Beautiful Kate

Beautiful Kate

Director: Rachel Ward
Starring: Ben Mendelsohn, Bryan Brown, Rachel Griffiths, Sophie Lowe.
Distributor: Roadshow Films
Runtime: 101 mins. Reviewed in Nov 2011
| JustWatch |
Rating notes: Strong sexual themes and sex scenes, strong coarse language and nudity

Described by its writer-director Rachel Ward as “a Gothic love story”, Beautiful Kate addresses some pretty heavy themes — incest, suicide, guilt, family breakdown — and does it without flinching. It is an impressive directorial debut for actress Ward, the wife of Bryan Brown, but it must be pointed out that, given the controversial subject-matter and crudities of language (see the MA15+ classification), it is not a film for all tastes. And, considering the absence of a moral stance, it is particularly unsuitable for immature audiences.

Ward has adapted a novel by American Newton Thornburg that is set in the USA, and by transplanting the setting to the extremely photogenic Flinders Ranges in South Australia she gives it a distinctly Australian flavour. The film palpably evokes humdrum life in a remote, rundown country farmhouse, helped in no small measure by Andrew Commis’s wonderful cinematography.

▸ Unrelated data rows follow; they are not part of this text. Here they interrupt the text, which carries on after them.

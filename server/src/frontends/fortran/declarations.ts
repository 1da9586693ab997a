/** Declarations: types with their attributes, the names behind them, and the older statements that add to them. */
import type { Comment, Expr, Stmt } from '../../program/nodes.ts';
import type { Span } from '../../text/span.ts';
import { expression } from './expressions.ts';
import type { Reader } from './reader.ts';
import type { Token } from './tokens.ts';

interface Entity extends Span {
  readonly name: Token;
  readonly value?: Expr;
  readonly comment: Comment | undefined;
}

interface Attributes {
  readonly type: string;
  readonly isArray: boolean;
  readonly isConstant: boolean;
  readonly intent: 'in' | 'out' | 'inout' | undefined;
  readonly isOptional: boolean;
}

const plainTypes = new Set(['integer', 'real', 'doubleprecision', 'complex', 'doublecomplex', 'character', 'logical', 'byte']);

/**
 * The index behind the type that begins at a token; undefined where none does. `real(kind=r8)`, `real*8`, `double precision`,
 * `type(point)`, `character(len=*)`.
 */
export function typeEnd(reader: Reader, at = reader.at): number | undefined {
  const token = reader.tokens[at];
  if (token?.kind !== 'name') return undefined;
  const next = reader.tokens[at + 1];
  if (token.text === 'double' && (next?.text === 'precision' || next?.text === 'complex')) return at + 2;
  if (token.text === 'type' || token.text === 'class' || token.text === 'procedure') return next?.text === '(' ? reader.behindBrackets(at + 1) : undefined;
  if (!plainTypes.has(token.text)) return undefined;
  if (next?.text === '*' && next.kind === 'op') return reader.tokens[at + 2]?.text === '(' ? reader.behindBrackets(at + 2) : at + 3;
  return next?.text === '(' ? reader.behindBrackets(at + 1) : at + 1;
}

/** `real(r8), intent(in) :: a, b(:)`: one statement per line of names, or none where no declaration begins here. */
export function declaration(reader: Reader): readonly Stmt[] | undefined {
  const behind = typeEnd(reader);
  if (behind === undefined) return undefined;
  const first = reader.token;
  const type = typeName(reader, behind);
  reader.at = behind;
  const attributes = attributesOf(reader, type);
  const entities = entityList(reader, attributes);
  for (const each of entities) note(reader, each.name.text, attributes);
  return statementsOf(reader, first, entities, attributes);
}

/** The type as an annotation; of `type(point)` the name of the type. */
function typeName(reader: Reader, behind: number): string {
  const { text } = reader.token;
  if ((text === 'type' || text === 'class') && reader.peek(2)?.kind === 'name') return (reader.peek(2) as Token).text;
  return text === 'double' ? `double ${reader.tokens[behind - 1]?.text}` : text;
}

function note(reader: Reader, name: string, { intent, isOptional, type }: Attributes): void {
  const { scope } = reader;
  scope.declared.add(name);
  scope.types.set(name, type);
  if (intent) scope.intents.set(name, intent);
  if (isOptional) scope.optional.add(name);
}

function attributesOf(reader: Reader, type: string): Attributes {
  let isArray = false;
  let isConstant = false;
  let isOptional = false;
  let intent: Attributes['intent'];
  while (reader.takeOp(',')) {
    const word = reader.token.text;
    if (reader.token.kind === 'name') reader.next();
    if (word === 'dimension') isArray = true;
    else if (word === 'parameter') isConstant = true;
    else if (word === 'optional') isOptional = true;
    const open = reader.at;
    if (reader.isOp('(')) reader.skipBrackets();
    if (word === 'intent') intent = direction(reader.tokens.slice(open, reader.at));
    if (reader.at === open && word === reader.token.text) break;
  }
  reader.takeOp('::');
  return { type, isArray, isConstant, intent, isOptional };
}

function direction(tokens: readonly Token[]): 'in' | 'out' | 'inout' {
  const words = tokens.filter((each) => each.kind === 'name').map((each) => each.text).join('');
  return words === 'out' ? 'out' : words === 'inout' ? 'inout' : 'in';
}

function entityList(reader: Reader, attributes: Attributes): readonly Entity[] {
  const found: Entity[] = [];
  while (!reader.done && !reader.atBreak) {
    if (reader.token.kind !== 'name') {
      reader.problem(`${reader.token.text} does not fit here`);
      reader.skipStatement();
      break;
    }
    found.push(entity(reader, attributes));
    if (!reader.takeOp(',')) break;
  }
  if (!reader.done && !reader.atBreak) {
    reader.problem(`${reader.token.text} does not fit here`);
    reader.skipStatement();
  } else if (found.length === 0) reader.problem('a name is missing', { start: reader.position, end: reader.position });
  return found;
}

function entity(reader: Reader, { isArray, type }: Attributes): Entity {
  const name = reader.next();
  if (reader.isOp('(') || isArray || type === 'character') reader.scope.arrays.add(name.text);
  if (reader.isOp('(')) reader.skipBrackets();
  if (reader.isOp('[')) reader.skipBrackets();
  if (reader.takeOp('*')) length(reader);
  const { end } = reader.since(name.start);
  const value = initial(reader);
  // The comment of a line with a comma stands behind the comma.
  return { name, ...(value ? { value } : {}), start: name.start, end: value ? reader.lastEnd : end, comment: reader.comments.behind(reader.lastEnd) };
}

/** `*8` and `*(*)` behind a name. */
function length(reader: Reader): void {
  if (reader.isOp('(')) reader.skipBrackets();
  else reader.next();
}

/** `= value`, `=> null()`, `/value/`. */
function initial(reader: Reader): Expr | undefined {
  if (reader.takeOp('=')) return expression(reader);
  if (reader.takeOp('=>')) {
    expression(reader);
    return undefined;
  }
  if (!reader.takeOp('/')) return undefined;
  while (!reader.done && !reader.atBreak && !reader.isOp('/')) reader.next();
  reader.takeOp('/');
  return undefined;
}

/** Names that share a line share its comment, and so one statement. */
function statementsOf(reader: Reader, first: Token, entities: readonly Entity[], attributes: Attributes): readonly Stmt[] {
  const above = reader.comments.above(first);
  const made: Stmt[] = [];
  for (let at = 0; at < entities.length; at++) {
    const one = entities[at] as Entity;
    const group = [one];
    while (one.comment && entities[at + 1]?.comment === one.comment) group.push(entities[++at] as Entity);
    const isLast = at === entities.length - 1;
    const comment = one.comment ?? (isLast ? commentBelow(reader) : undefined);
    const base = { ...(comment ? { trailing: comment } : {}), ...(above.length > 0 && entities.length === group.length ? { above } : {}) };
    const plain = group.filter((each) => !each.value);
    if (plain.length > 0) made.push({ kind: 'declare', target: targetOf(plain), annotation: attributes.type, ...base, start: (plain[0] as Entity).start, end: (plain.at(-1) as Entity).end });
    for (const each of group) if (each.value) made.push(...withValue(reader, each, each.value, attributes, base));
  }
  return made;
}

function nameOf({ name }: Entity): Expr {
  return { kind: 'name', name: name.text, start: name.start, end: name.end };
}

function targetOf(group: readonly Entity[]): Expr {
  const [only] = group;
  if (group.length === 1 && only) return nameOf(only);
  return { kind: 'sequence', form: 'tuple', items: group.map(nameOf), start: (group[0] as Entity).start, end: (group.at(-1) as Entity).end };
}

/** A constant is its value; a variable that begins with one is declared first, so that its comment holds for it all along. */
function withValue(reader: Reader, entity: Entity, value: Expr, { isConstant, type }: Attributes, base: Pick<Stmt, 'trailing' | 'above'>): readonly Stmt[] {
  const { start, end } = entity;
  const own = nameOf(entity);
  if (isConstant || !reader.scope.isProcedure) return [{ kind: 'assign', targets: [own], value, annotation: type, ...base, start, end }];
  reader.scope.assigned.add(entity.name.text);
  return [{ kind: 'declare', target: own, annotation: type, ...base, start: own.start, end: own.end }, { kind: 'assign', targets: [own], value, start, end }];
}

/** `!! …`, `!< …` and `!+ …` on the line below a declaration without a comment of its own describe it. */
function commentBelow(reader: Reader): Comment | undefined {
  const below = /^[^\n]*\n[ \t]*(![!<+])[ \t]*(?=\S)/.exec(reader.text.slice(reader.lastEnd, reader.lastEnd + 400));
  const start = below && reader.lastEnd + below[0].length;
  return start === null ? undefined : reader.comments.all.find((each) => each.start === start);
}

/** `parameter (g = 9.81, n = 3)`. */
export function parameterStatement(reader: Reader): readonly Stmt[] {
  reader.next();
  reader.takeOp('(');
  const found: Stmt[] = [];
  while (!reader.done && !reader.atBreak && reader.token.kind === 'name') {
    const name = reader.next();
    const value = reader.takeOp('=') ? expression(reader) : undefined;
    const span = reader.since(name.start);
    const comment = reader.comments.behind(reader.lastEnd);
    const own: Expr = { kind: 'name', name: name.text, start: name.start, end: name.end };
    if (value) found.push({ kind: 'assign', targets: [own], value, ...(comment ? { trailing: comment } : {}), ...span });
    if (!reader.takeOp(',')) break;
  }
  reader.takeOp(')');
  return found;
}

/** `dimension a(3), b(:)`, `common /block/ c(5)`, `allocatable :: d(:)`: names with dimensions are arrays. */
export function arraysStatement(reader: Reader): void {
  reader.next();
  while (!reader.done && !reader.atBreak) {
    const token = reader.next();
    if (token.kind !== 'name') continue;
    reader.scope.declared.add(token.text);
    if (!reader.isOp('(')) continue;
    reader.scope.arrays.add(token.text);
    reader.skipBrackets();
  }
}

/** `intent(out) :: a, b` and `optional :: a`. */
export function attributeStatement(reader: Reader): void {
  const word = reader.next().text;
  const open = reader.at;
  if (reader.isOp('(')) reader.skipBrackets();
  const intent = word === 'intent' ? direction(reader.tokens.slice(open, reader.at)) : undefined;
  while (!reader.done && !reader.atBreak) {
    const token = reader.next();
    if (token.kind !== 'name') continue;
    if (intent) reader.scope.intents.set(token.text, intent);
    else if (word === 'optional') reader.scope.optional.add(token.text);
  }
}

Bruce Kendall (Bryan Brown) is dying of congestive heart disease on his sheep station, Wallumbi, where he is looked after by his youngest daughter Sally (Rachel Griffiths). He has summoned his surviving son Ned (Ben Mendelsohn), a successful novelist, to his bedside before he goes, and the film begins with Ned driving through the night accompanied by his much younger fiancée Toni (Maeve Dermody), a truculent city glamour girl with no affinity whatever for the outback life. Ned has been estranged from his father for some 20 years. He left abruptly after the family was shattered by tragedy — the death in a car accident of Ned’s twin sister, the beautiful Kate of the title (Sophie Lowe), and the subsequent suicide of their brother Cliff (Josh McFarlane), who was driving the car.

Returning to the family home, Ned has to confront the issues that divided him and his father and he has to deal with the painful suppressed guilt concerning that fateful last summer. It is made harder for him by the sick old man’s belligerence and by the attitude of Toni after she reads some of the stories he starts writing as the memories are stirred.

Rachel Ward’s firm grasp of the complexities of the story gives no hint that this is her first feature. Her script is tightly written, without extraneous elements, and she is skilful in her handling of the frequent flashbacks to the days when vibrant teenager Kate was alive (in which Scott O’Donnell is effectively cast as the young Ned).

Performances are so smoothly complementary that one assumes that Ward had exceptional affinity with her actors, and it is a comparatively rare pleasure to see such good ensemble work from an Australian cast.